On a practical level, what this means for those building on top of foundation models is that fine-tuning them on bespoke datasets is unlikely to be straightforward. As noted in the paper:
...aligned LLMs are often finetuned to perform narrow tasks, some of which may have negative associations (e.g. when finetuning a model for red-teaming to help test security). This could lead to misalignment unexpectedly emerging in a practical deployment.9
In fact, given the potential difficulties with fine-tuning, it may be more preferable to maximise the other means of working with LLMs rather than embarking on fine-tuning. This includes prompt engineering and/or building retrieval augmented generation (RAG) systems.

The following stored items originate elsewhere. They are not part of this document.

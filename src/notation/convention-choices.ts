/** The conventions that a theory file may choose among, as data. Imports nothing. */

/** Every key of `conventions` with its values, the internal one first. */
export const CHOICES = {
  /** Only η changes: T^a_bc, R^a_bcd, R_ab and ε_abcd keep their definitions. */
  signature: ['-+++', '+---'],
  /** T^a = ½ T^a_bc e^b e^c, or T^a_bc e^b e^c. */
  torsion: ['full', 'half'],
  'torsion-sign': ['+1', '-1'],
  /** T^a_bc or T_bc^a. */
  'torsion-index': ['first', 'last'],
  /** T_a as a contraction of torsion. */
  'torsion-trace': ['T^b_{ab}', 'T^b_{ba}'],
  'curvature-sign': ['+1', '-1'],
  /** R^a_b cd or R_cd^a_b, where c and d are the indices of the two-form. */
  'curvature-indices': ['frame-first', 'form-first'],
  /** R_ab as a contraction of curvature, written with the indices frame first. */
  ricci: ['R^c_{acb}', 'R^c_{abc}', 'R^c_{bca}', 'R^c_{bac}'],
  /** ε_0123. */
  epsilon: ['+1', '-1'],
  /** The action is this times the integral of the Lagrangian. */
  action: ['+1', '-1'],
  /** The coupling of gravity: M, κ = M⁻², or 8πG = M⁻². */
  units: ['mass', 'kappa', '8piG'],
} as const;

export type ConventionKey = keyof typeof CHOICES;
export type Conventions = { readonly [K in ConventionKey]: (typeof CHOICES)[K][number] };
export const CONVENTION_KEYS = Object.keys(CHOICES) as readonly ConventionKey[];

/** The conventions inside the program. */
export const INTERNAL: Conventions = Object.freeze(
  Object.fromEntries(CONVENTION_KEYS.map((key) => [key, CHOICES[key][0]])),
) as Conventions;

/** Everything internal except the signature, which the geometries know. */
export const internalWith = (signature: Conventions['signature']): Conventions => ({ ...INTERNAL, signature });
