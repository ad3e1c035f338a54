/**
 * The `tensors` of a theory file: a name, a number of indices, the symmetry as equalities between permuted copies
 * (`S_{abc} = -S_{acb}`), LaTeX, dimension. Faulty declarations are reported and, where the number of indices is known, still
 * returned, so that their use in the Lagrangian is not reported a second time.
 */
import { type Diagnostic, errorAt, InputError } from './diagnostics.js';
import { latexFault, latexName } from './latex-symbol.js';
import { MAX_SLOTS, MAX_SYMBOLS } from './limits.js';
import { nameFault } from './names.js';
import { type Declarations, readDimension } from './read-symbols.js';
import { vanishes } from './slot-symmetry.js';
import { readTensorEquation, type TensorReading } from './tensor-expression.js';
import type { DeclaredTensor, LagrangianTerm, SlotSymmetry, Theory } from './theory.js';
import { MACRO_HEADS } from './vocabulary.js';
import { asMap, asRecord, asText } from './yaml-shape.js';
import type { YamlNode, YamlText } from './yaml-source.js';
import { passageOf } from './yaml-text.js';

const KEYS = { required: ['indices'], optional: ['symmetry', 'latex', 'dimension'] };

/** The tensors in the order of the file; faults are added to the problems. */
export function readTensors(
  node: YamlNode,
  declarations: Declarations,
  problems: Diagnostic[],
): readonly DeclaredTensor[] {
  const tensors: DeclaredTensor[] = [];
  for (const { key, value } of asMap(node, 'tensors', problems)?.entries.values() ?? []) {
    if (declarations.size + tensors.length === MAX_SYMBOLS) {
      const message = `more than ${MAX_SYMBOLS} constants, scales and tensors`;
      problems.push(errorAt(key.origin, 'symbols-limit', message, 'declare only what the Lagrangian uses'));
    }
    const free = checkName(key, declarations, problems);
    const tensor = readTensor(key, value, problems);
    if (tensor !== undefined && free) tensors.push(tensor);
  }
  return tensors;
}

/** Whether no constant stands in the way. */
function checkName(key: YamlText, declarations: Declarations, problems: Diagnostic[]): boolean {
  const name = key.text.trim();
  let free = true;
  const report = (code: string, message: string, hint: string): void => {
    problems.push(errorAt(key.origin, code, message, hint));
  };
  const fault = nameFault(name);
  if (fault !== undefined) report(fault.code, fault.message, fault.hint);
  else if (name.includes('_')) {
    const hint = `leave the underscore out: ${name.replaceAll('_', '')}`;
    report('bad-name', `${name} is not the name of a tensor, whose indices begin at the first underscore`, hint);
  } else if (MACRO_HEADS.has(name)) {
    report('reserved-name', `the tensor ${name} exists already`, 'choose another name');
  }
  const before = declarations.get(name);
  if (before !== undefined) {
    free = false;
    report('declared-twice', `${name} is declared twice`, `it is a ${before.role} already; keep one of them`);
  }
  for (const other of declarations.keys()) {
    if (!other.startsWith(`${name}_`) || /[0-9]/.test(other.slice(name.length))) continue;
    free = false;
    report('reserved-name', `${other} reads as the tensor ${name} with indices`, 'rename one of the two');
  }
  return free;
}

function readTensor(key: YamlText, node: YamlNode, problems: Diagnostic[]): DeclaredTensor | undefined {
  const name = key.text.trim();
  const values = asRecord(node, `the tensor ${name}`, KEYS, problems);
  const slots = readSlots(values.get('indices'), name, problems);
  const latex = readLatex(values.get('latex'), name, problems) ?? latexName(name);
  const dimensionNode = values.get('dimension');
  const dimension = dimensionNode === undefined ? 0 : readDimension(dimensionNode, name, problems);
  if (slots === undefined) return undefined;
  const plain = { name, slots, generators: [], latex, dimension, origin: key.origin };
  const symmetry = values.get('symmetry');
  return symmetry === undefined ? plain : { ...plain, generators: readSymmetry(symmetry, plain, problems) };
}

function readSlots(node: YamlNode | undefined, name: string, problems: Diagnostic[]): number | undefined {
  const text = node === undefined ? undefined : asText(node, `the number of indices of ${name}`, problems);
  if (text === undefined) return undefined;
  const typed = text.text.trim();
  const slots = /^[0-9]{1,3}$/.test(typed) ? Number(typed) : Number.NaN;
  if (slots >= 1 && slots <= MAX_SLOTS) return slots;
  const message = `${JSON.stringify(typed.slice(0, 40))} is not a number of indices`;
  problems.push(errorAt(text.origin, 'bad-slots', message, `write a number from 1 to ${MAX_SLOTS}`));
  return undefined;
}

function readLatex(node: YamlNode | undefined, name: string, problems: Diagnostic[]): string | undefined {
  const text = node === undefined ? undefined : asText(node, `the LaTeX of ${name}`, problems);
  if (text === undefined) return undefined;
  const fault = latexFault(passageOf(text));
  if (fault === undefined) return text.text.trim();
  problems.push(fault);
  return undefined;
}

const FORM = 'a symmetry says that the tensor is equal to a permuted copy of itself, up to a sign: S_{abc} = -S_{acb}';

function readSymmetry(node: YamlNode, tensor: DeclaredTensor, problems: Diagnostic[]): readonly SlotSymmetry[] {
  const generators: SlotSymmetry[] = [];
  for (const item of node.kind === 'list' ? node.items : [node]) {
    const text = asText(item, `a symmetry of ${tensor.name}`, problems);
    if (text === undefined) continue;
    const fault = (message: string, hint = FORM): void => {
      problems.push(errorAt(item.origin, 'bad-symmetry', message, hint));
    };
    try {
      const options = { tensors: [tensor], allowFree: true };
      const { left, right } = readTensorEquation(passageOf(text), options);
      const symmetry = symmetryOf(left, right, tensor);
      if (typeof symmetry === 'string') fault(symmetry);
      else if (vanishes(tensor.slots, [...generators, symmetry])) {
        const together = generators.length === 0 ? '' : ' together with those before it';
        fault(`this symmetry${together} makes ${tensor.name} vanish`, 'check the signs');
      } else if (symmetry.places.some((from, to) => from !== to)) generators.push(symmetry);
    } catch (error) {
      if (!(error instanceof InputError)) throw error;
      problems.push(...error.diagnostics);
    }
  }
  return generators;
}

/** left = right as a permutation, or what is wrong with it. */
function symmetryOf(left: TensorReading, right: TensorReading, tensor: DeclaredTensor): SlotSymmetry | string {
  const a = copyOf(left.terms, tensor);
  const b = copyOf(right.terms, tensor);
  if (typeof a === 'string') return a;
  if (typeof b === 'string') return b;
  const places = b.slots.map(({ name }) => a.slots.findIndex((slot) => slot.name === name));
  if (places.includes(-1)) return 'the two sides carry different indices';
  if (b.slots.some(({ up }, i) => a.slots[places[i]!]!.up !== up)) return 'an index changes its height';
  return { places, sign: (a.sign * b.sign) as 1 | -1 };
}

function copyOf(
  terms: readonly LagrangianTerm[],
  { name }: DeclaredTensor,
): { readonly sign: number; readonly slots: LagrangianTerm['factors'][number]['slots'] } | string {
  const [term, second] = terms;
  if (term === undefined) return 'one side is zero';
  if (second !== undefined) return 'one side is a sum';
  const { scalar, factors } = term;
  const [factor, more] = factors;
  if (factor?.head !== name || more !== undefined) return `each side is ${name} alone with indices`;
  const { num, den } = scalar.coefficient;
  if (den !== 1n || (num !== 1n && num !== -1n)) return 'the coefficient is not 1 or −1';
  if (new Set(factor.slots.map((slot) => slot.name)).size < factor.slots.length) return 'two indices are contracted';
  return { sign: Number(num), slots: factor.slots };
}

/**
 * For stages that work with components: declared tensors have none.
 * @throws InputError `tensor-without-components` for each declared tensor that occurs in the Lagrangian.
 */
export function refuseDeclaredTensors({ tensors, lagrangian }: Pick<Theory, 'tensors' | 'lagrangian'>): void {
  const heads = new Set(lagrangian.flatMap(({ factors }) => factors.map((f) => f.head)));
  const used = tensors.filter(({ name }) => heads.has(name));
  if (used.length === 0) return;
  throw new InputError(
    used.map(({ name, origin }) => ({
      code: 'tensor-without-components',
      severity: 'error',
      message: `no geometry gives components to the declared tensor ${name}`,
      hint: 'declared tensors can be simplified but not reduced: leave it out of the Lagrangian',
      ...origin,
    })),
  );
}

Before opting for fine-tuning, AI engineers will need to ensure that the following can be ensured:
Sufficiently high-quality fine-tuning datasets
Effective domain-specific evaluations that can be applied to the fine-tuned model prior to deployment
Appropriate post-deployment monitoring mechanisms and a withdrawal plan in case things go wrong
Ouyang et al, 'Training language models to follow instructions with human feedback' (2022), p.2.
Betley et al, ‘Emergent Misalignment: Narrow finetuning can produce broadly misaligned LLMs’ (2025), p.1.
Betley et al, ‘Emergent Misalignment: Narrow finetuning can produce broadly misaligned LLMs’ (2025), p.2.
Hubinger et al, 'Sleeper Agents: Training Deceptive LLMs that Persist Through Safety Training' (2024).
Betley et al, ‘Emergent Misalignment: Narrow finetuning can produce broadly misaligned LLMs’ (2025), pp.3-4.
Betley et al, ‘Emergent Misalignment: Narrow finetuning can produce broadly misaligned LLMs’ (2025), p.4.
Betley et al, ‘Emergent Misalignment: Narrow finetuning can produce broadly misaligned LLMs’ (2025), p.13.
Simon JD Prince, Understanding Deep Learning (MIT Press 2024), 402.
Betley et al, ‘Emergent Misalignment: Narrow finetuning can produce broadly misaligned LLMs’ (2025), p.13.